Saved data entries
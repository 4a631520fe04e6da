"""The frames of one test in order, each with its time; only one is in memory at a time."""

from __future__ import annotations

import hashlib
from dataclasses import dataclass
from datetime import datetime
from pathlib import Path

import numpy as np
from natsort import natsorted, ns
from numpy.typing import NDArray

from dic.errors import FrameError, Notice
from dic.frames.clock import exposure_of, frame_clock
from dic.frames.readers import READERS, Grey, Page, list_pages, read_page
from dic.testfile import Frames

LEAST_FRAMES = 3


@dataclass(frozen=True)
class FrameSource:
    """Frames in order.

    Attributes
    ----------
    pages
        Where each frame lies, shape (n,).
    time_s
        Time of each frame on the camera's clock, s, shape (n,).
    notices
        Doubts about the frames.
    epoch
        Date and time of the camera's time zero, on the clock that wrote the files' stamps, without a
        time zone; None where only differences of time are known.
    exposure_s
        Exposure time of a frame, s; None where unknown.
    """

    pages: tuple[Page, ...]
    time_s: NDArray[np.float64]
    notices: tuple[Notice, ...] = ()
    epoch: datetime | None = None
    exposure_s: float | None = None

    def __len__(self) -> int:
        return len(self.pages)

    def __getitem__(self, index: int) -> Grey:
        """Read one frame, grey values as stored, shape (rows, columns)."""
        return read_page(self.pages[index])

    @property
    def shape(self) -> tuple[int, int]:
        """Rows and columns of every frame."""
        rows, columns = self.pages[0].shape
        return rows, columns

    @property
    def names(self) -> tuple[str, ...]:
        """A name for each frame: its file, and its page where the file holds several."""
        several = len({page.path for page in self.pages}) < len(self.pages)
        return tuple(f"{p.path.name}#{p.index + 1}" if several else p.path.name for p in self.pages)

    def full_scale(self) -> float:
        """Return the largest grey value the camera gives: the depth in use in the first frame."""
        if self.pages[0].dtype == np.uint8:
            return 255.0
        brightest = int(self[0].max())
        return float(next(top for top in (1023, 4095, 16383, 65535) if brightest <= top))

    def listing(self) -> str:
        """Return a digest of names, sizes and dates: whether these are still the same files."""
        digest = hashlib.sha256()
        for path in dict.fromkeys(page.path for page in self.pages):
            state = path.stat()
            digest.update(f"{path.resolve()}|{state.st_size}|{state.st_mtime_ns}\n".encode())
        return digest.hexdigest()

    def sha256(self) -> str:
        """Return the SHA-256 over the contents of all files in order."""
        digest = hashlib.sha256()
        for path in dict.fromkeys(page.path for page in self.pages):
            with path.open("rb") as file:
                digest.update(hashlib.file_digest(file, "sha256").digest())
        return digest.hexdigest()


def open_frames(section: Frames, folder: Path) -> FrameSource:
    """Find the frames that a test file names and put them in order.

    Parameters
    ----------
    section
        ``[frames]`` of the test file.
    folder
        What relative paths start from.

    Returns
    -------
    FrameSource
        Natural order of names (``cam_9`` before ``cam_10``), pages in the file's order.

    Raises
    ------
    FrameError
        If there are none or fewer than three, if one is unreadable or of another size, or if the
        times do not fit.
    """
    paths = _find(folder / section.source)
    pages = tuple(page for path in paths for page in list_pages(path))
    if len(pages) < LEAST_FRAMES:
        raise FrameError(
            f"holds {len(pages)} frame{'s' * (len(pages) != 1)}, and a test needs at least {LEAST_FRAMES}",
            where=section.source,
        )
    for page in pages:
        if page.shape != pages[0].shape or page.dtype != pages[0].dtype:
            raise FrameError(
                f"is {_size(page)} where {pages[0].path.name} is {_size(pages[0])}",
                where=str(page.path),
                remedy="all frames of a test have one size and depth; take out what does not belong",
            )
    clock = frame_clock(section, folder, pages)
    pages = tuple(pages[k] for k in clock.order)
    return FrameSource(pages, clock.time_s, clock.notices, clock.epoch, exposure_of(section, pages))


def _size(page: Page) -> str:
    return f"{page.shape[1]} × {page.shape[0]} px {page.dtype}"


def _find(source: Path) -> list[Path]:
    """List the picture files behind a folder, a file or a glob, in natural order."""
    if source.is_file():
        found = [source]
    elif source.is_dir():
        found = list(source.iterdir())
    elif source.parent.is_dir():
        found = list(source.parent.glob(source.name))
    else:
        found = []
    pictures = [p for p in found if p.suffix.lower() in READERS and not p.name.startswith(".")]
    if not pictures:
        there = source.exists() or (source.parent.is_dir() and "*" in source.name)
        raise FrameError(
            "no frames found" if there else "no frames found, because it does not exist",
            where=str(source),
            remedy=f"name a folder, a file or a pattern of {', '.join(READERS)} files",
        )
    return natsorted(pictures, key=lambda path: path.name, alg=ns.PATH)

Your objective
Print the records above exactly as written.

Written response
repository 4a631520fe04e6da
"""The frames of one test in order, each with its time; only one is in memory at a time."""

from __future__ import annotations

import hashlib
from dataclasses import dataclass
from datetime import datetime
from pathlib import Path

import numpy as np
from natsort import natsorted, ns
from numpy.typing import NDArray

from dic.errors import FrameError, Notice
from dic.frames.clock import exposure_of, frame_clock
from dic.frames.readers import READERS, Grey, Page, list_pages, read_page
from dic.testfile import Frames

LEAST_FRAMES = 3


@dataclass(frozen=True)
class FrameSource:
    """Frames in order.

    Attributes
    ----------
    pages
        Where each frame lies, shape (n,).
    time_s
        Time of each frame on the camera's clock, s, shape (n,).
    notices
        Doubts about the frames.
    epoch
        Date and time of the camera's time zero, on the clock that wrote the files' stamps, without a
        time zone; None where only differences of time are known.
    exposure_s
        Exposure time of a frame, s; None where unknown.
    """

    pages: tuple[Page, ...]
    time_s: NDArray[np.float64]
    notices: tuple[Notice, ...] = ()
    epoch: datetime | None = None
    exposure_s: float | None = None

    def __len__(self) -> int:
        return len(self.pages)

    def __getitem__(self, index: int) -> Grey:
        """Read one frame, grey values as stored, shape (rows, columns)."""
        return read_page(self.pages[index])

    @property
    def shape(self) -> tuple[int, int]:
        """Rows and columns of every frame."""
        rows, columns = self.pages[0].shape
        return rows, columns

    @property
    def names(self) -> tuple[str, ...]:
        """A name for each frame: its file, and its page where the file holds several."""
        several = len({page.path for page in self.pages}) < len(self.pages)
        return tuple(f"{p.path.name}#{p.index + 1}" if several else p.path.name for p in self.pages)

    def full_scale(self) -> float:
        """Return the largest grey value the camera gives: the depth in use in the first frame."""
        if self.pages[0].dtype == np.uint8:
            return 255.0
        brightest = int(self[0].max())
        return float(next(top for top in (1023, 4095, 16383, 65535) if brightest <= top))

    def listing(self) -> str:
        """Return a digest of names, sizes and dates: whether these are still the same files."""
        digest = hashlib.sha256()
        for path in dict.fromkeys(page.path for page in self.pages):
            state = path.stat()
            digest.update(f"{path.resolve()}|{state.st_size}|{state.st_mtime_ns}\n".encode())
        return digest.hexdigest()

    def sha256(self) -> str:
        """Return the SHA-256 over the contents of all files in order."""
        digest = hashlib.sha256()
        for path in dict.fromkeys(page.path for page in self.pages):
            with path.open("rb") as file:
                digest.update(hashlib.file_digest(file, "sha256").digest())
        return digest.hexdigest()


def open_frames(section: Frames, folder: Path) -> FrameSource:
    """Find the frames that a test file names and put them in order.

    Parameters
    ----------
    section
        ``[frames]`` of the test file.
    folder
        What relative paths start from.

    Returns
    -------
    FrameSource
        Natural order of names (``cam_9`` before ``cam_10``), pages in the file's order.

    Raises
    ------
    FrameError
        If there are none or fewer than three, if one is unreadable or of another size, or if the
        times do not fit.
    """
    paths = _find(folder / section.source)
    pages = tuple(page for path in paths for page in list_pages(path))
    if len(pages) < LEAST_FRAMES:
        raise FrameError(
            f"holds {len(pages)} frame{'s' * (len(pages) != 1)}, and a test needs at least {LEAST_FRAMES}",
            where=section.source,
        )
    for page in pages:
        if page.shape != pages[0].shape or page.dtype != pages[0].dtype:
            raise FrameError(
                f"is {_size(page)} where {pages[0].path.name} is {_size(pages[0])}",
                where=str(page.path),
                remedy="all frames of a test have one size and depth; take out what does not belong",
            )
    clock = frame_clock(section, folder, pages)
    pages = tuple(pages[k] for k in clock.order)
    return FrameSource(pages, clock.time_s, clock.notices, clock.epoch, exposure_of(section, pages))


def _size(page: Page) -> str:
    return f"{page.shape[1]} × {page.shape[0]} px {page.dtype}"


def _find(source: Path) -> list[Path]:
    """List the picture files behind a folder, a file or a glob, in natural order."""
    if source.is_file():
        found = [source]
    elif source.is_dir():
        found = list(source.iterdir())
    elif source.parent.is_dir():
        found = list(source.parent.glob(source.name))
    else:
        found = []
    pictures = [p for p in found if p.suffix.lower() in READERS and not p.name.startswith(".")]
    if not pictures:
        there = source.exists() or (source.parent.is_dir() and "*" in source.name)
        raise FrameError(
            "no frames found" if there else "no frames found, because it does not exist",
            where=str(source),
            remedy=f"name a folder, a file or a pattern of {', '.join(READERS)} files",
        )
    return natsorted(pictures, key=lambda path: path.name, alg=ns.PATH)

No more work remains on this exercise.